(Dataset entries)
BEGIN
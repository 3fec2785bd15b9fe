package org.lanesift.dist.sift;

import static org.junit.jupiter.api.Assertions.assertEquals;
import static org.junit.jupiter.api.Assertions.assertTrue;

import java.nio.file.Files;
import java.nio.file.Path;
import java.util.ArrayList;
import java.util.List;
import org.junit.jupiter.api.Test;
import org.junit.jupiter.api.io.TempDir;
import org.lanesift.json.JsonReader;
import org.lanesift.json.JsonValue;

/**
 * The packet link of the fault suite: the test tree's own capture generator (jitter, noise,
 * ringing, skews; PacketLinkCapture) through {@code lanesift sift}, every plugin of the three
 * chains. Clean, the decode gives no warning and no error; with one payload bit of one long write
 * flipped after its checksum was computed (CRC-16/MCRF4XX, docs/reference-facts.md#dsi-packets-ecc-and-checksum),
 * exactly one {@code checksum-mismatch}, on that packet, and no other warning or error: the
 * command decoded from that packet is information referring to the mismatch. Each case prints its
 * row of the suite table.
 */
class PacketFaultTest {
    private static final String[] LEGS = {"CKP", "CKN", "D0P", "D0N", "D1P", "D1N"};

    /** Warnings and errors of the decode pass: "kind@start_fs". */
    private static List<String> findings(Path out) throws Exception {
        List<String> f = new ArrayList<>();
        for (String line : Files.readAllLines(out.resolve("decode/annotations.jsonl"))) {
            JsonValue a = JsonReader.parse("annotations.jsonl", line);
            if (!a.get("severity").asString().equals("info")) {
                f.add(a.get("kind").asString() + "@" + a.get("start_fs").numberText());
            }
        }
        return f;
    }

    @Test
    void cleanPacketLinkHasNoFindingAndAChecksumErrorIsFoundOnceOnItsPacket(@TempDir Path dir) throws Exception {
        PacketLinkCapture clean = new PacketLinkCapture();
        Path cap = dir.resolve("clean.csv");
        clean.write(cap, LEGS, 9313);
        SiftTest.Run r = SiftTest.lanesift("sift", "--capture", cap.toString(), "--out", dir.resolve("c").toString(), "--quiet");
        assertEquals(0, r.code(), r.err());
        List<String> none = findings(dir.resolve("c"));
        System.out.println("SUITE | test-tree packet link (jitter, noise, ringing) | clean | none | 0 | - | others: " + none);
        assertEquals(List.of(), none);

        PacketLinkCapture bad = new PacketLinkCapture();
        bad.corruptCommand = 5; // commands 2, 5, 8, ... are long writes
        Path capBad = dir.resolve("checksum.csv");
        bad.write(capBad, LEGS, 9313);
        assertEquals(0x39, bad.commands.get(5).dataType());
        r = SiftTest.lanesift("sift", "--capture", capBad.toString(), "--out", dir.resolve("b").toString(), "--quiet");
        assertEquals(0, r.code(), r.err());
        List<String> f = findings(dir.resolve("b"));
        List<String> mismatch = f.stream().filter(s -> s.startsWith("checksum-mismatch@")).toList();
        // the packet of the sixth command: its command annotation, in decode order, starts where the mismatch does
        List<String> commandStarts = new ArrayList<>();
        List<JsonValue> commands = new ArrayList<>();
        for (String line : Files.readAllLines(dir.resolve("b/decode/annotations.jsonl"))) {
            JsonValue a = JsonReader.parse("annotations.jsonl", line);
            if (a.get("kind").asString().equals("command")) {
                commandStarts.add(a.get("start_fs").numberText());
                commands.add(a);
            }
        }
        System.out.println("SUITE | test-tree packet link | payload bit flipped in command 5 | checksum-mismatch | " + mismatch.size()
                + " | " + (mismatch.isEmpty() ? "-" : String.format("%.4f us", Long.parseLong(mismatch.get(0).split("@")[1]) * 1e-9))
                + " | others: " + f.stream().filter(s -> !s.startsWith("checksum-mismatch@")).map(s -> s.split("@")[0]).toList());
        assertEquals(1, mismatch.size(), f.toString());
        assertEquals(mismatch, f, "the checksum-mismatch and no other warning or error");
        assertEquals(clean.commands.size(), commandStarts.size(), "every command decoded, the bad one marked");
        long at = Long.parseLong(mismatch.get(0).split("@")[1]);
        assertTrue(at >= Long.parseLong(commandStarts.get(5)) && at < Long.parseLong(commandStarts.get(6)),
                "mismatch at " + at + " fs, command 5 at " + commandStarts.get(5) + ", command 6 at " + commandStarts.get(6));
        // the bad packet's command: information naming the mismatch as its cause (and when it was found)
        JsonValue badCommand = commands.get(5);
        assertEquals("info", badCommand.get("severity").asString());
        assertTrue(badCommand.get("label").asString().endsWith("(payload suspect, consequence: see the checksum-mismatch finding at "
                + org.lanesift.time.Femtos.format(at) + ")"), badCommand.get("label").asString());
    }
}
END
BEGIN
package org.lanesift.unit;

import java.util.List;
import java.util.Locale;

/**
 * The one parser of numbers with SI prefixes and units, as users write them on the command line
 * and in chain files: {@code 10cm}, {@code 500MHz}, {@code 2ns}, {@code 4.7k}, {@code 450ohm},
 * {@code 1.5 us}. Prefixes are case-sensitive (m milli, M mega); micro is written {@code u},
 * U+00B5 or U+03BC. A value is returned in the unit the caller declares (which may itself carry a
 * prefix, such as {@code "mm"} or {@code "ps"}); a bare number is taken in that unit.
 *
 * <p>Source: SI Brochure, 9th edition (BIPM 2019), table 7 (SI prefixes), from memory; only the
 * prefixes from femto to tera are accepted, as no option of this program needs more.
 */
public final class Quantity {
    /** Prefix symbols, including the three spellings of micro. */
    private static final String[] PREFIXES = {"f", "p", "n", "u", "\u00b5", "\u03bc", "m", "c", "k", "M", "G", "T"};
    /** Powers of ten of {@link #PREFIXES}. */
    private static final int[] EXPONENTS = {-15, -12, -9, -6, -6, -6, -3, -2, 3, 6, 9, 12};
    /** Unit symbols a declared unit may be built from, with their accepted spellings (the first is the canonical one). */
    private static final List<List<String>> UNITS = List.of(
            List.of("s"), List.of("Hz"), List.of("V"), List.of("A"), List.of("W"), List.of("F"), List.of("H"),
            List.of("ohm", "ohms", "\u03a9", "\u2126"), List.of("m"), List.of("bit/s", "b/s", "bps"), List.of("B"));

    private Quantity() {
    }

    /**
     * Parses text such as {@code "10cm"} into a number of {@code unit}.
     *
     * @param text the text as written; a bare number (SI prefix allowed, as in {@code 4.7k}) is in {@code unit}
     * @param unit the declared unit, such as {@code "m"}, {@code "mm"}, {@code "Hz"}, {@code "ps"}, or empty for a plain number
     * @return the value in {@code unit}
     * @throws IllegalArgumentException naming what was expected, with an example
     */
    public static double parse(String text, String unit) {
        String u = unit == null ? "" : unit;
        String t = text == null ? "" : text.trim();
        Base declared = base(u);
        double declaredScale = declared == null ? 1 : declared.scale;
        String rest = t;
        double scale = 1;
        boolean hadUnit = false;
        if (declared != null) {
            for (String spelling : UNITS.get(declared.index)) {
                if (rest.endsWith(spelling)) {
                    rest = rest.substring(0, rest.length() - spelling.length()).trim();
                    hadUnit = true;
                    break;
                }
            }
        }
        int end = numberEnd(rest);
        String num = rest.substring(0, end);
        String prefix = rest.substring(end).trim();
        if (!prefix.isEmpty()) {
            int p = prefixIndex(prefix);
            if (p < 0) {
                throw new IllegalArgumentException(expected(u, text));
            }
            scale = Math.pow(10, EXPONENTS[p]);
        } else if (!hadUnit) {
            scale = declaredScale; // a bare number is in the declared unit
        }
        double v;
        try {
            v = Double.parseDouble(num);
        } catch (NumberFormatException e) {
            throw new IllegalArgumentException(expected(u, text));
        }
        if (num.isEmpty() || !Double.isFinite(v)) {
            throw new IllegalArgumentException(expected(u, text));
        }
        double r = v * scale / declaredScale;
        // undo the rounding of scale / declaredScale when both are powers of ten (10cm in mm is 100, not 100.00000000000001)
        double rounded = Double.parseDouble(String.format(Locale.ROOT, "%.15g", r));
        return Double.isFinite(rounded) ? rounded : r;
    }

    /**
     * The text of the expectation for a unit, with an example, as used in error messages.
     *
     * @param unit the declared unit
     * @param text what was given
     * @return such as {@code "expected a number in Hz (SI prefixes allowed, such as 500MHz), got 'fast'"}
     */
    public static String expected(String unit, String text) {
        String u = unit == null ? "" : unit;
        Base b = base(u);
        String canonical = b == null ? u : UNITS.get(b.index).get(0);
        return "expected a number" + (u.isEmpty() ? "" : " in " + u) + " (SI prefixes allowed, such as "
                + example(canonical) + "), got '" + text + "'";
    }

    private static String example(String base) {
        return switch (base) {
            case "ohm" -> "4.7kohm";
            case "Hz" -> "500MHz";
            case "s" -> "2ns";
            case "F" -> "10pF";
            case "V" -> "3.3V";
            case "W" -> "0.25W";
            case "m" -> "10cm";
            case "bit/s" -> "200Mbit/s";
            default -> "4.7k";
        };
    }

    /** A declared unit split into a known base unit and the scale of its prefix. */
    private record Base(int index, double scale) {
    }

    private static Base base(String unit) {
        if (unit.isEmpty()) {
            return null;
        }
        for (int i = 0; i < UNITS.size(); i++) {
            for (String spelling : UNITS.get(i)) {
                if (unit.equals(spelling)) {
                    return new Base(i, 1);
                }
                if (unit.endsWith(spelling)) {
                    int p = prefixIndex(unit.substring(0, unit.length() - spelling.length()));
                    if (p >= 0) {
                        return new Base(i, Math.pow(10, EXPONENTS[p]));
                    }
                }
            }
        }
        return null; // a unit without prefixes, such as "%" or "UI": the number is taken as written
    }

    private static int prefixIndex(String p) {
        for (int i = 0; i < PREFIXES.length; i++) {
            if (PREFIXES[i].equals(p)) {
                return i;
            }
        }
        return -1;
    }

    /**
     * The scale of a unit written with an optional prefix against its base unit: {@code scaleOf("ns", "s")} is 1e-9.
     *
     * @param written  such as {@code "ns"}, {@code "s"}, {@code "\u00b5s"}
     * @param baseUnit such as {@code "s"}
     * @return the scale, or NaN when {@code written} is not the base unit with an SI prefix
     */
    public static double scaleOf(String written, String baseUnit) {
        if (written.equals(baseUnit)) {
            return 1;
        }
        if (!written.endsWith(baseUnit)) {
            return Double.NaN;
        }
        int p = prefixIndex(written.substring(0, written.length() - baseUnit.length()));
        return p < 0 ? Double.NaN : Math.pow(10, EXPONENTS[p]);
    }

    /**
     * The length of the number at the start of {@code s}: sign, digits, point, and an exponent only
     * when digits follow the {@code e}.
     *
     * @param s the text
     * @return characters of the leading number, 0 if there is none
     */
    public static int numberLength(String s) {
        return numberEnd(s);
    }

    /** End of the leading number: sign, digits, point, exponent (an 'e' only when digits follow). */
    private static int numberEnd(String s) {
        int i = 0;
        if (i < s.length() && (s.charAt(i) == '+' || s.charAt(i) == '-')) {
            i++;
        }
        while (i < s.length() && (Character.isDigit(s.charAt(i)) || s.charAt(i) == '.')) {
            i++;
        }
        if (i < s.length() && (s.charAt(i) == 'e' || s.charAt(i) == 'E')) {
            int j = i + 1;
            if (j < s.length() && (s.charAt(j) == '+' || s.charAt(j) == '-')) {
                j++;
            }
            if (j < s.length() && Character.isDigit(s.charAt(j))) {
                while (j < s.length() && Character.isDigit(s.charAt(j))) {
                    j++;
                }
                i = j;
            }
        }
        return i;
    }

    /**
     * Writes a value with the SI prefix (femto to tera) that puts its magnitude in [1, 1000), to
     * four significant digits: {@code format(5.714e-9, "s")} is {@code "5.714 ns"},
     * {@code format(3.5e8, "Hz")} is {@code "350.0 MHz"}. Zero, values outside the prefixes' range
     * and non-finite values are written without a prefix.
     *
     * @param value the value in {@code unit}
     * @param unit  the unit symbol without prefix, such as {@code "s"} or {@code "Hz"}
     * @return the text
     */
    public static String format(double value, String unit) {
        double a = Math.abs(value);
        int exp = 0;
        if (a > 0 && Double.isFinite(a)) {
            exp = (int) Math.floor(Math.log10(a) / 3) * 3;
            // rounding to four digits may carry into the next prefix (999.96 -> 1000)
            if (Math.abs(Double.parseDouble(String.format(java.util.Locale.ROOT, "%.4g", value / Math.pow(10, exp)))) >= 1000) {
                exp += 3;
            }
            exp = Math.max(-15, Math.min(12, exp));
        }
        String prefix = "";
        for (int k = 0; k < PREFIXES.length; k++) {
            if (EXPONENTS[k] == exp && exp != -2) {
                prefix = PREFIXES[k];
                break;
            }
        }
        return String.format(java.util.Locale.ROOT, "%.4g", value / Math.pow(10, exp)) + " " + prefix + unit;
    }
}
END
• [TASK TO COMPLETE] Write out, from the lines above, only those from the line with "repository 3fec2785bd15b9fe" to the line with "The packet link", exactly as given, including the first and the last.

• [ANSWER SPACE]
repository 3fec2785bd15b9fe
package org.lanesift.dist.sift;

import static org.junit.jupiter.api.Assertions.assertEquals;
import static org.junit.jupiter.api.Assertions.assertTrue;

import java.nio.file.Files;
import java.nio.file.Path;
import java.util.ArrayList;
import java.util.List;
import org.junit.jupiter.api.Test;
import org.junit.jupiter.api.io.TempDir;
import org.lanesift.json.JsonReader;
import org.lanesift.json.JsonValue;

/**
 * The packet link of the fault suite: the test tree's own capture generator (jitter, noise,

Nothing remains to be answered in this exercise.